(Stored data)

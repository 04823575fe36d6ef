"""Hardware figures per order and FPGA family, measured with Yosys and nextpnr (a script, not collected by pytest).

    python tests/benchmarks/bench_hardware.py                  # the tables, QPSK .. 4096-QAM, seed 1
    python tests/benchmarks/bench_hardware.py --orders 4,16,256 --seeds 1,2,3 --families ice40,ecp5
    python tests/benchmarks/bench_hardware.py --calibrate --family ecp5   # re-measure the primitives of ir.timing
    python tests/benchmarks/bench_hardware.py --targets --seeds 1,2,3      # adaptive order and lanes against their targets

Per order, at default widths with the latency the generator picks for the family
(`interface.family`), one table per family (iCE40 HX8K with nextpnr-ice40, ECP5 LFE5U-45F with
nextpnr-ecp5, tools.PARTS): the demapper's LUTs, FFs, DSPs and block RAMs, latency and II, the
demapper's and mapper's Fmax, and the Fmax of a bare registered adder of the demapper's widest
adder word, with the ratios; the brute-force reference's LUTs at 256 points. With several seeds
every Fmax and ratio is the median over them, the spread printed beside it. The last column is
the wall time of that family's runs of the order.

--calibrate places registered adders of 4..32 bits, chains of 1..6 LUT4 levels and multipliers
(signed a x b as in the iCE40 calibration, the unsigned scale multiplies and the constant
multiplies of the designs) on the family's part, prints each register-to-register delay with the
logic cells on nextpnr's critical path and the multipliers Yosys mapped to DSPs, and a
least-squares fit in the form of ir.timing.Calibration.
"""

from __future__ import annotations

import argparse
import datetime
import statistics
import sys
import tempfile
import time
from pathlib import Path
from typing import Any, Callable

import numpy as np

from qamsmith import SpecError
from qamsmith.flows import cost, tools
from qamsmith.hdl import verilog
from qamsmith.ir.references import adder_module
from qamsmith.spec import DesignSpec


def _median(results: list[dict], get: Callable[[dict], float]) -> tuple[float, float, float]:
    values = [get(r) for r in results]
    return statistics.median(values), min(values), max(values)


def _fmax(r: dict, key: str, fam: str) -> float:
    fig = r["references"]["adder"] if key == "adder" else r["modules"][key]
    return fig["fmax"][fam]["fmax_mhz"]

> **WORK INSTRUCTION**: Only the lines from the one containing "import tempfile" through the last line above belong in your answer. Retype them exactly.

> **ANSWER TO THIS TASK**:
import tempfile
import time
from pathlib import Path
from typing import Any, Callable

import numpy as np

from qamsmith import SpecError
from qamsmith.flows import cost, tools
from qamsmith.hdl import verilog
from qamsmith.ir.references import adder_module
from qamsmith.spec import DesignSpec


def _median(results: list[dict], get: Callable[[dict], float]) -> tuple[float, float, float]:
    values = [get(r) for r in results]
    return statistics.median(values), min(values), max(values)


def _fmax(r: dict, key: str, fam: str) -> float:
    fig = r["references"]["adder"] if key == "adder" else r["modules"][key]
    return fig["fmax"][fam]["fmax_mhz"]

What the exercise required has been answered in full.